Queste differenze sono parzialmente giustificabili dal diverso peso che gli stabilizzatori automatici hanno nelle differenti realtà nazionali e anche dall’entità delle conseguenze della crisi sulle varie economie. Ad esempio, paesi più colpiti dalla crisi, come Spagna e Germania, hanno messo in campo pacchetti di stimolo fiscale rispettivamente del 2,64 e del 4,6% del Pil (l’Italia è stimata allo 0,2%). Per evidenziare le differenze nel merito dei provvedimenti adottati si pensi che paesi come Spagna e Olanda hanno destinato l’80% delle risorse all’espansione della spesa pubblica, mentre il Regno Unito, dall’altra parte, ne ha destinato soltanto il 10%, puntando tutto sulla riduzione delle tasse.
Nel caso italiano, l’assenza di politiche di stimolo, specialmente sul fronte dell’aumento della spesa pubblica, non ha conseguenze negative soltanto per il nostro paese, ma per tutta l’Ue, visto il peso economico che l’Italia ha nello scacchiere europeo. In molti Stati sono stati privilegiati determinati settori dell’economia, quelli strategici o più colpiti dalla crisi, ma i rischi di protezionismo estremo sembrano comunque scongiurati. Contemporaneamente, sono minime le risorse che si è deciso di investire in politiche attive del mercato del lavoro e il coinvolgimento dei sindacati nella concezione e implementazione di questi pacchetti varia molto da paese a paese. Le misure cosiddette “verdi” e le risorse dedicate alla ricerca e sviluppo, appaiono, al di là degli altisonanti proclami dei governi, effettivamente scarse, specie se confrontate a quelle messe in campo da altri Stati a livello globale.

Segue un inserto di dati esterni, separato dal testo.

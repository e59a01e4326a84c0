// SPDX-License-Identifier: Apache-2.0
package reedling.coupling;

import static reedling.contact.ContactBlock.at;

import reedling.contact.ContactBlock;
import reedling.math.Lanes;
import reedling.math.Tile;

/**
 * Last engine stage of every kind of contact: ends the turn of the force columns of both bodies into rows. Row r of the
 * block then stands at {@link #first(int)} and {@link #second(int)}: torque 3, normal stiffness, force 3, tangential
 * stiffness, on the first and on the second body.
 */
final class ForceRows implements RowStage {

    /** Columns in which the first body's tile stands, over gathered numbers that nobody reads after {@link FirstForces}. */
    static final int FIRST = 8;

    /** Columns in which the second body's tile stands, over those that nobody reads after {@link SecondForces}. */
    static final int SECOND = 0;

    /** Doubles from one column to the next. */
    static final int STRIDE = at(1) - at(0);

    private static final int QUAD = 4;

    /** Index of the force row of the first body of a row of the block. */
    static int first(int row) {
        return at(FIRST + row % Lanes.TILE) + row - row % Lanes.TILE;
    }

    /** Index of the force row of the second body of a row of the block. */
    static int second(int row) {
        return at(SECOND + row % Lanes.TILE) + row - row % Lanes.TILE;
    }

    @Override
    public void run(RowRange rows) {
        ContactBlock block = rows.block();
        finish(block.columns(), FIRST, block.rows() / Lanes.TILE);
        finish(block.columns(), SECOND, block.rows() / Lanes.TILE);
    }

    private static void finish(double[] c, int column, int tiles) {
        if (Lanes.VECTORISED) {
            Tile.finishQuad(c, at(column), STRIDE, tiles);
            Tile.finishQuad(c, at(column + QUAD), STRIDE, tiles);
        } else {
            for (int t = 0; t < tiles; t++) {
                Tile.turnScalar(c, at(column) + Lanes.TILE * t, STRIDE);
            }
        }
    }
}
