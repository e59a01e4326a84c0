// SPDX-License-Identifier: Apache-2.0
package reedling.coupling;

/**
 * What the grains of one chunk add up to while they move: energies at the end of the past step, the largest speed and
 * the highest frequency estimate. Sums run in grain order; maxima do not depend on any.
 *
 * <p>Threads: written by the task of its chunk, read between phases.
 */
public final class MoveTally {

    private double kinetic;
    private double largestSpeedSquared;
    private double largestFrequencySquared;
    private double check;

    void clear() {
        kinetic = 0;
        largestSpeedSquared = 0;
        largestFrequencySquared = 0;
        check = 0;
    }

    void kinetic(double energy) {
        kinetic += energy;
    }

    void speedSquared(double value) {
        largestSpeedSquared = value > largestSpeedSquared ? value : largestSpeedSquared;
        check += value * 0.0;
    }

    void frequencySquared(double value) {
        largestFrequencySquared = value > largestFrequencySquared ? value : largestFrequencySquared;
    }

    /** Kinetic energy at the end of the past step, J. */
    public double kinetic() {
        return kinetic;
    }

    /** Largest squared speed after the opening kick, m2/s2. */
    public double largestSpeedSquared() {
        return largestSpeedSquared;
    }

    /** Largest squared frequency estimate of a grain in its contacts, 1/s2. */
    public double largestFrequencySquared() {
        return largestFrequencySquared;
    }

    /** False when a velocity is not a finite number. */
    public boolean finite() {
        return check == 0;
    }
}
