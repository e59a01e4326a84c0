// SPDX-License-Identifier: Apache-2.0
package reedling.coupling;

import reedling.math.Lanes;
import reedling.math.Tile;

/** Second and third round of the turn of all tiles in columns 0-15, in place; the whole turn without vectors. */
final class FinishTurn implements RowStage {

    @Override
    public void run(RowRange rows) {
        double[] columns = rows.block().columns();
        int tiles = rows.block().rows() / Lanes.TILE;
        for (int t = 0; t < 2 * tiles; t++) {
            if (Lanes.VECTORISED) {
                Tile.finishTurn(columns, BeginTurn.tileAt(t, tiles), BeginTurn.STRIDE);
            } else {
                Tile.turnScalar(columns, BeginTurn.tileAt(t, tiles), BeginTurn.STRIDE);
            }
        }
    }
}
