// SPDX-License-Identifier: Apache-2.0
package reedling.coupling;

import reedling.contact.ContactKind;
import reedling.contact.LawSet;
import reedling.material.MaterialTable;
import reedling.particle.GrainRow;
import reedling.particle.GrainStore;
import reedling.structure.NodeStore;
import reedling.wall.HertzLine;

/**
 * Finds where the near grains of a chunk touch wires, or have them in reach of the laws. All elements of one wire that a
 * grain overlaps, or has in reach, and that follow one another form a run; the deepest point of a run is the contact (ties: the lower element), which is the exact gradient of
 * a potential of the deepest overlap, with no double count at nodes. Two runs are two contacts. A run takes over the row
 * of the same grain and wire whose normal is nearest to its own.
 *
 * <p>Threads: one for each worker.
 */
final class WireTouch {

    private final WireElements elements;
    private final LawSet laws;
    private final double[] best = new double[WireRows.GEOMETRY];
    private final double[] trial = new double[WireRows.GEOMETRY];

    WireTouch(WireElements elements, LawSet laws) {
        this.elements = elements;
        this.laws = laws;
    }

    /**
     * Updates the rows of a chunk.
     *
     * @param pass number of this pass; rows found touching are marked with it
     */
    void update(WireChunk chunk, GrainStore grains, long pass, ApproachRule rule, ContactTally tally) {
        for (int number = 0; number < chunk.near().count(); number++) {
            int end = chunk.candidateEnd(number);
            int k = chunk.candidateStart(number);
            while (k < end) {
                int wire = elements.body(chunk.candidate(k));
                int last = k + 1;
                while (last < end && elements.body(chunk.candidate(last)) == wire) {
                    last++;
                }
                touchWire(chunk, number, wire, k, last, grains, pass, rule, tally);
                k = last;
            }
        }
    }

    private void touchWire(
            WireChunk chunk,
            int number,
            int wire,
            int from,
            int to,
            GrainStore grains,
            long pass,
            ApproachRule rule,
            ContactTally tally) {
        int grain = chunk.near().grain(number);
        int at = GrainRow.at(grain);
        double[] rows = grains.rows();
        int pair = MaterialTable.pairIndex(grains.material()[grain], elements.material(wire));
        double reach = chunk.rows()[pair].segment().reach();
        int bestElement = -1;
        int previous = -2;
        double nearest = Double.NEGATIVE_INFINITY;
        int nearestElement = -1;
        for (int k = from; k < to; k++) {
            int element = chunk.candidate(k);
            measure(element, wire, rows, at, trial);
            double overlap = trial[WireRows.OVERLAP];
            if (overlap > nearest) {
                nearest = overlap;
                nearestElement = element;
            }
            boolean inReach = overlap > -reach;
            boolean continues = bestElement >= 0 && element == previous + 1;
            if (bestElement >= 0 && !(continues && inReach)) {
                claimRow(chunk, number, wire, bestElement, grains, pass);
                bestElement = -1;
            }
            if (inReach) {
                if (bestElement < 0 || overlap > best[WireRows.OVERLAP]) {
                    System.arraycopy(trial, 0, best, 0, WireRows.GEOMETRY);
                    bestElement = element;
                }
                previous = element;
            }
        }
        if (bestElement >= 0) {
            claimRow(chunk, number, wire, bestElement, grains, pass);
        }
        if (nearest <= 0) {
            approach(nearestElement, wire, reach, grains, grain, rule, tally);
        }
    }

    /** Fills normal, overlap, place along the element and distance for a grain and an element. */
    private void measure(int element, int wire, double[] rows, int at, double[] out) {
        double px = rows[at], py = rows[at + 1], pz = rows[at + 2];
        double along = elements.nearest(element, px, py, pz);
        double[] x = elements.nodes().position;
        int a = 3 * elements.firstNode(element);
        int b = 3 * elements.secondNode(element);
        double nx = Math.fma(along, x[b] - x[a], x[a]) - px;
        double ny = Math.fma(along, x[b + 1] - x[a + 1], x[a + 1]) - py;
        double nz = Math.fma(along, x[b + 2] - x[a + 2], x[a + 2]) - pz;
        double distance = Math.sqrt(Math.fma(nx, nx, Math.fma(ny, ny, nz * nz)));
        double inverse = 1 / distance;
        out[0] = nx * inverse;
        out[1] = ny * inverse;
        out[2] = nz * inverse;
        out[WireRows.OVERLAP] = rows[at + GrainRow.RADIUS] + elements.radius(wire) - distance;
        out[WireRows.ALONG] = along;
        out[WireRows.DISTANCE] = distance;
    }

    private void claimRow(WireChunk chunk, int number, int wire, int element, GrainStore grains, long pass) {
        int grain = chunk.near().grain(number);
        int pair = MaterialTable.pairIndex(grains.material()[grain], elements.material(wire));
        WireRows rows = chunk.rows()[pair];
        int row = matching(rows, chunk.lastRow(pair, number), wire, pass);
        if (row < 0) {
            double effective = HertzLine.outside(grains.radius(grain), elements.radius(wire));
            row = chunk.addRow(pair, number, wire, effective, grains.ghost());
        }
        rows.element()[row] = element;
        rows.seen()[row] = pass;
        int at = WireRows.GEOMETRY * row;
        System.arraycopy(best, 0, rows.geometry(), at, WireRows.EFFECTIVE_RADIUS);
    }

    /** Row of the same wire, not yet taken in this pass, with the nearest old normal; -1 if there is none. */
    private int matching(WireRows rows, int last, int wire, long pass) {
        int found = -1;
        double closest = Double.NEGATIVE_INFINITY;
        for (int row = last; row >= 0; row = rows.nextOfGrain()[row]) {
            if (rows.segment().second()[row] == wire && rows.seen()[row] != pass) {
                int at = WireRows.GEOMETRY * row;
                double[] g = rows.geometry();
                double cosine = best[0] * g[at] + best[1] * g[at + 1] + best[2] * g[at + 2];
                if (cosine > closest) {
                    closest = cosine;
                    found = row;
                }
            }
        }
        return found;
    }

    private void approach(
            int element, int wire, double reach, GrainStore grains, int grain, ApproachRule rule, ContactTally tally) {
        double[] rows = grains.rows();
        int at = GrainRow.at(grain);
        measure(element, wire, rows, at, trial);
        NodeStore nodes = elements.nodes();
        int a = 3 * elements.firstNode(element);
        int b = 3 * elements.secondNode(element);
        double along = trial[WireRows.ALONG];
        double closing = 0;
        for (int axis = 0; axis < 3; axis++) {
            double va = nodes.velocity[a + axis];
            double speed = rows[at + GrainRow.V + axis] - Math.fma(along, nodes.velocity[b + axis] - va, va);
            closing = Math.fma(speed, trial[axis], closing);
        }
        double gap = ApproachRule.ahead(-trial[WireRows.OVERLAP], reach);
        if (rule.concerns(gap, closing)) {
            int pair = MaterialTable.pairIndex(grains.material()[grain], elements.material(wire));
            double effective = HertzLine.outside(grains.radius(grain), elements.radius(wire));
            double duration =
                    laws.bound(ContactKind.GRAIN_WIRE, pair).normal().duration(closing, effective, grains.mass(grain));
            tally.approach(rule.limit(gap, closing, duration));
        }
    }
}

Un corposo studio empirico eseguito sui contratti collettivi nei Paesi Bassi, presentato dal professor Tangian, della fondazione Hans Böckler, ha aperto una discussione, a partire da una schietta e onesta analisi della mobilità e flessibilità nel mondo del lavoro, su quali debbano essere le priorità attuali del sindacato, messo ulteriormente all’angolo da questa crisi. Anche nella negoziazione collettiva occorrerebbe concentrarsi su grandi rivendicazioni, piuttosto che su dettagli di minore importanza per la sicurezza sociale dei lavoratori. Di fronte alla diffusione su vasta scala del precariato, bisognerebbe proporre, come sindacato, tassazioni che realmente facciano costare il lavoro flessibile di più, senza cedere al ricatto della delocalizzazione (di Andrea Albertazzi).